At the time of emergence, larvae range from 6-8 mm in total length. They average 39 mm (standard length) at the end of their first year, then 55 mm, 62 mm, 70 mm, and 79 mm at the end of each successive year, respectively. Around five years appears to be the maximum lifespan.

There is little information in the literature regarding diets and feeding behavior of marbled sculpin. Other sculpin species present in the region primarily feed on aquatic insect larvae and amphipods. Sculpins have a reputation for consuming salmon and trout eggs following spawning events, but there is little evidence for this behavior in the sculpins of inland northern California outside of an experimental setting.

== Conservation status ==
There is no data available on marbled sculpin population trends.

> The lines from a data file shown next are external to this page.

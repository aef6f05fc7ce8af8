"""What the words of an event table mean, kind by kind: the definitions that all was computed by."""

from __future__ import annotations

from collections.abc import Iterable
from typing import Final

from wanderers.events.kinds import Kind
from wanderers.report.words import NEAR_SUN_DEG

MEANINGS: Final = {
    Kind.STATION: (
        "The rate of the longitude (on the equator: of the right ascension) passes through zero. Retrograde: "
        "the planet begins to run westward; direct: eastward again. The instant depends on the frame, by "
        "hours or days, and is neither the edge of the loop nor greatest elongation."
    ),
    Kind.OPPOSITION: (
        "Longitude 180 degrees from the Sun's. Least distance and greatest brightness may fall on other days."
    ),
    Kind.SOLAR_CONJUNCTION: (
        "Longitude equal to the Sun's. Mercury and Venus: superior is beyond the Sun, inferior before it."
    ),
    Kind.QUADRATURE: "Longitude 90 degrees east or west of the Sun's; outer planets.",
    Kind.GREATEST_ELONGATION: (
        "Mercury or Venus at its greatest true angle from the Sun; east of it in the evening sky, west of it "
        "in the morning sky. Not the best evening: that depends on season and latitude."
    ),
    Kind.PERIGEE: "Least distance from the Earth, geometric, centre to centre.",
    Kind.APOGEE: "Greatest distance from the Earth, geometric, centre to centre.",
    Kind.PERIHELION: "Least distance from the Sun, one an orbit.",
    Kind.APHELION: "Greatest distance from the Sun, one an orbit.",
    Kind.GREATEST_BRILLIANCY: (
        "Venus brightest between greatest elongation and inferior conjunction, by model magnitudes; it stays "
        "within a few hundredths for two weeks."
    ),
    Kind.CONJUNCTION: (
        "Two bodies at equal longitude or, in the frame called equator, at equal right ascension: two "
        "instants, hours or days apart. The separation is the true angle at that instant."
    ),
    Kind.APPULSE: (
        "Two bodies at their least true separation: it may fall before or after a conjunction, or have none."
    ),
    Kind.OCCULTATION: "One disc covers another, or a star, as seen from the centre of the Earth.",
    Kind.TRANSIT: "Mercury or Venus on the Sun's disc, as seen from the centre of the Earth.",
    Kind.GATHERING: "Several bodies at their closest: the smallest circle that holds them all is least.",
    Kind.CONSTELLATION_ENTRY: (
        "A body crosses the boundary of a constellation as the IAU drew it. Not a sign of the zodiac."
    ),
    Kind.NODE: "The latitude passes through zero, northward (ascending) or southward (descending).",
    Kind.SEASON_POINT: "The Sun's longitude is 0, 90, 180 or 270 degrees.",
    Kind.RING_PLANE_CROSSING: "The plane of Saturn's rings passes through the Earth or the Sun.",
    Kind.MOON_PHASE: "The Moon's longitude is 0, 90, 180 or 270 degrees ahead of the Sun's.",
}

ALWAYS: Final = (
    (
        "Longitude",
        "Unless another frame is named, ecliptic longitude of date, apparent, seen from the Earth's centre.",
    ),
    (
        "Retrograde season",
        "From the first pass over the stretch of longitude between the two stations to the third: the planet "
        "covers it three times. Loop: the path crosses itself; zigzag: it does not.",
    ),
    (
        "Elongation",
        f"The true angle from the Sun, here called From the Sun. Under about {NEAR_SUN_DEG:.0f} degrees a "
        "body is hard or impossible to see, and dangerous to look for with optics.",
    ),
    (
        "UTC and TT",
        "UTC is the time of clocks at longitude 0, without summer time. TT is the even scale of the "
        "computation, some 69 seconds ahead now; how far UTC will fall behind later cannot be foretold.",
    ),
)


def glossary(kinds: Iterable[Kind]) -> tuple[tuple[str, str], ...]:
    """Return terms and meanings for the kinds of events that occur."""
    present = tuple((kind.value.replace("_", " ").capitalize(), MEANINGS[kind]) for kind in kinds)
    return ALWAYS + present
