"""The lanes of the page's timeline: a planet each, with its retrograde stretches in words.

What happens in between - stations, oppositions, inferior conjunctions, meetings - the page's program finds
in the event table, so that nothing stands in the page twice.
"""

from __future__ import annotations

from dataclasses import dataclass
from typing import Any, Final

import numpy as np
import polars as pl

from wanderers.ephemeris.bodies import INNER, Body
from wanderers.ephemeris.dates import datetime64_from_jd
from wanderers.ephemeris.timescales import jd_utc_from_tt
from wanderers.report import facts, words
from wanderers.report.contents import Contents
from wanderers.report.dossier.sources import address_in
from wanderers.site.clock import local_dates_and_minutes
from wanderers.site.places import Site
from wanderers.site.zones import zone_named

TURNS: Final = ("station_retrograde", "station_direct")
CAUTION: Final = f"In its middle the planet passes between Earth and Sun. {facts.NEAR_SUN_NOTE}"
"""Beside the stretches of Mercury and Venus, which hold the inferior conjunction."""


@dataclass(frozen=True, slots=True)
class Stretch:
    """The time in which a planet runs backwards.

    Attributes:
        ends: from station to station, UTC in milliseconds since 1970.
        what: one sentence.
        utc: from when to when, to the minute.
        local: the same by the site's clock, empty without a site.
        dossier: address of its dossier from the page, empty where there is none.
    """

    ends: tuple[int, int]
    what: str
    utc: str
    local: str
    dossier: str


@dataclass(frozen=True, slots=True)
class Lane:
    """A planet of the timeline.

    Attributes:
        body: its value in the tables.
        label: its name.
        note: what must be said beside each of its stretches, empty where nothing.
        stretches: in order of time, those that only reach into the span included.
    """

    body: str
    label: str
    note: str
    stretches: tuple[Stretch, ...]


@dataclass(frozen=True, slots=True)
class Timeline:
    """What the page's program draws.

    Attributes:
        lanes: a planet each, from the Sun outwards; none where no planet was asked for.
        span: the ends of the report's span, UTC in milliseconds since 1970.
        frame: in which stations and meetings are dated.
    """

    lanes: tuple[Lane, ...]
    span: tuple[int, ...]
    frame: str


def timeline_of(contents: Contents) -> Timeline:
    """Return the timeline of a report: every planet asked for, stretches in the leading frame."""
    request = contents.request
    frame = request.frames[0].value
    seasons = contents.seasons.filter(
        pl.col("frame") == frame, *(pl.col(f"{turn}_jd_tt").is_not_null() for turn in TURNS)
    )
    wanted = [body for body in request.planets if body in contents.kernel.bodies]
    return Timeline(
        tuple(_lane(contents, body, seasons.filter(pl.col("body") == body.value)) for body in wanted),
        tuple(_milliseconds(np.array([request.jd_from, request.jd_to]))),
        frame,
    )


def _lane(contents: Contents, body: Body, seasons: pl.DataFrame) -> Lane:
    utc = [_milliseconds(seasons[f"{turn}_jd_tt"].to_numpy()) for turn in TURNS]
    local = [_local_minutes(contents.request.site, seasons[f"{turn}_jd_tt"]) for turn in TURNS]
    stretches = tuple(
        Stretch(
            ends=(utc[0][number], utc[1][number]),
            what=_sentence(body, row),
            utc=_span(*(facts.minute(row[f"{turn}_utc"]) for turn in TURNS)),
            local=_span(local[0][number], local[1][number]),
            dossier=address_in(contents.study, row["season_id"]),
        )
        for number, row in enumerate(seasons.iter_rows(named=True))
    )
    return Lane(body.value, body.label, CAUTION if body in INNER else "", stretches)


def _sentence(body: Body, season: facts.Row) -> str:
    days, arc = season["retrograde_days"], season["arc_deg"]
    frame = words.FRAME_LABELS[season["frame"]]
    return f"{body.label} runs backwards for {days:.0f} days, over {arc:.1f}° {frame}"


def _span(start: str, end: str) -> str:
    return f"{start} to {end}" if start and end else ""


def _local_minutes(site: Site | None, jd_tt: pl.Series) -> list[str]:
    """Return instants by the site's clock to the minute, ``2027-01-10 13:59``; empty without a site."""
    if site is None:
        return [""] * jd_tt.len()
    return local_dates_and_minutes(zone_named(site.zone), jd_tt.to_numpy())[0].to_list()


def _milliseconds(jd_tt: Any) -> list[int]:
    """Return TT Julian dates as milliseconds of UTC since 1970."""
    milliseconds: list[int] = datetime64_from_jd(jd_utc_from_tt(jd_tt)).astype(np.int64).tolist()
    return milliseconds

Moyle speculates that marbled sculpin populations in both the Pit and Klamath basins have been negatively impacted by anthropogenic activities such as agricultural diversions and runoff, grazing of riparian areas, introduction of invasive piscivores, etc. The International Union for the Conservation of Nature conducted a status review on marbled sculpin in 2011 and deemed the species' conservation need to be of "Least Concern". However, this report also lacks any real data on the abundance of this species.